The present invention will be further described in detail with reference to the drawings and the detailed description, in order to make the objects, technical solutions and advantages of the present invention more apparent. It should be understood that the detailed description and specific examples are intended for purposes of illustration only and are not intended to limit the scope of the invention.

It will be understood that when an element is referred to as being "mounted," "positioned," "secured" or "disposed" on another element, it can be directly on the other element or intervening elements may also be present. When an element is referred to as being "connected" to another element, it can be directly connected to the other element or intervening elements may also be present. Further, when one element is considered as "in driving connection with" another element, the two elements may be fixed in a detachable connection manner, or may be fixed in a non-detachable connection manner, so that power transmission can be achieved, for example, sleeving, clamping, integrally forming and fixing, welding, etc., which may be achieved in the prior art, and no more details are needed. When an element is perpendicular or nearly perpendicular to another element, it is meant that the ideal conditions for both are perpendicular, but certain vertical errors may exist due to manufacturing and assembly effects. The terms "vertical," "horizontal," "left," "right," and the like are used herein for illustrative purposes only and are not meant to be the only embodiment.

Unless defined otherwise, all technical and scientific terms used herein have the same meaning as commonly understood by one of ordinary skill in the art to which this invention belongs. The terminology used herein in the description of the invention is for the purpose of describing particular embodiments only and is not intended to be limiting of the invention. The term "and/or" as used herein includes any and all combinations of one or more of the associated listed items.

The terms "first" and "second" as used herein do not denote a particular quantity or order, but rather are used to distinguish one element from another.

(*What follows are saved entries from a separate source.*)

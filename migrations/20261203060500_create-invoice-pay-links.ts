import type { Knex } from 'knex';

// The customer's pay link for an invoice (/pay/<token>): only the token's SHA-256 is kept, as for invitations.
// No sign-in; the token does one thing (start a checkout for what is still owed) and stops working once paid.
export async function up(knex: Knex): Promise<void> {
  await knex.schema.createTable('invoice_pay_links', (t) => {
    t.increments('id').primary();
    t.integer('firm_id').unsigned().notNullable().references('firms.id').onDelete('CASCADE');
    t.integer('invoice_id').unsigned().notNullable();
    t.string('token_hash', 64).notNullable();
    t.timestamp('expires_at', { precision: 3 }).notNullable();
    t.timestamp('created_at', { precision: 3 }).notNullable().defaultTo(knex.fn.now(3));
    t.unique(['token_hash']);
    t.index(['firm_id', 'invoice_id']);
  });
}

export async function down(knex: Knex): Promise<void> {
  await knex.schema.dropTable('invoice_pay_links');
}
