import type { Knex } from 'knex';

// A firm's heat exchanger content by fuel and boiler kind (the domain's heatExchangerDefaultsSchema);
// null while the firm uses the built-in defaults.
export async function up(knex: Knex): Promise<void> {
  if (await knex.schema.hasColumn('firms', 'heat_exchanger_defaults')) return;
  await knex.schema.alterTable('firms', (t) => {
    t.json('heat_exchanger_defaults').nullable();
  });
}

export async function down(knex: Knex): Promise<void> {
  await knex.schema.alterTable('firms', (t) => {
    t.dropColumn('heat_exchanger_defaults');
  });
}
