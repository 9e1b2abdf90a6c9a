import type { Knex } from 'knex';

// Every job-sheet write as it arrived (readings, agitation, flush and step ticks, water tests), append-only: the
// sheet's own tables hold the latest by the engineer's tap time, and this keeps each of them, so a later value
// wins and the earlier one is still on record. `target` names what was written ("reading:3:before", "step:flush").
export async function up(knex: Knex): Promise<void> {
  await knex.schema.createTable('job_sheet_events', (t) => {
    t.bigIncrements('id').primary();
    t.integer('firm_id').unsigned().notNullable().references('firms.id').onDelete('CASCADE');
    t.integer('job_id').unsigned().notNullable().references('jobs.id').onDelete('CASCADE');
    t.string('target', 40).notNullable();
    t.json('value').notNullable();
    t.boolean('applied').notNullable();
    t.timestamp('tapped_at', { precision: 3 }).nullable();
    t.timestamp('recorded_at', { precision: 3 }).notNullable();
    t.integer('recorded_by_user_id').unsigned().notNullable().references('users.id');
    t.index(['firm_id', 'job_id', 'target'], 'job_sheet_events_target');
  });
}

export async function down(knex: Knex): Promise<void> {
  await knex.schema.dropTable('job_sheet_events');
}
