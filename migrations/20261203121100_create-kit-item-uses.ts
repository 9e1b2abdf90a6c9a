import type { Knex } from 'knex';

// A use of a kit item on a completed job: kit marked as used on the job counts as one use of each
// item for its inspection rule, beside the check-ins (DEVELOPERS.md, Product rules: inspection due).
export async function up(knex: Knex): Promise<void> {
  await knex.schema.createTable('kit_item_uses', (t) => {
    t.increments('id').primary();
    t.integer('firm_id').unsigned().notNullable().references('firms.id').onDelete('CASCADE');
    t.integer('item_id').unsigned().notNullable().references('kit_items.id');
    t.integer('job_id').unsigned().notNullable().references('jobs.id').onDelete('CASCADE');
    t.timestamp('used_at', { precision: 3 }).notNullable();
    t.unique(['firm_id', 'item_id', 'job_id']);
    t.index(['firm_id', 'item_id', 'used_at']);
  });
}

export async function down(knex: Knex): Promise<void> {
  await knex.schema.dropTable('kit_item_uses');
}
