import type { Knex } from 'knex';

// A visit is a full clean or an inhibitor-only visit; every job booked before this was a full clean.
// Safe to run again after a half-finished attempt: MariaDB commits DDL implicitly.
export async function up(knex: Knex): Promise<void> {
  if (await knex.schema.hasColumn('jobs', 'visit_kind')) return;
  await knex.schema.alterTable('jobs', (t) => {
    t.enum('visit_kind', ['full_clean', 'inhibitor_only']).notNullable().defaultTo('full_clean').after('status');
  });
}

export async function down(knex: Knex): Promise<void> {
  await knex.schema.alterTable('jobs', (t) => {
    t.dropColumn('visit_kind');
  });
}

The adjustment of the downtilt angle of the antenna is often performed by relying on a phase shifter, and in the actual adjustment process, the position of the dielectric plate in the phase shifter is adjusted, that is, the downtilt angle is adjusted by moving the dielectric plate. At this time, some transmission mechanism is needed to realize the movement of the medium plate; meanwhile, the power of the existing power equipment such as a motor, a linear motor, a pneumatic cylinder and the like can be output at different positions through a transmission device.

As shown in fig. 1 to 2, the transmission device provided by the application can realize power output of two power sources at different positions, and can be used for continuously increasing output ends according to requirements, so that the transmission device can be applied to a multi-frequency antenna, a transmission system can be simplified, and the miniaturization development of the antenna is facilitated.

The transmission of the present application is described below.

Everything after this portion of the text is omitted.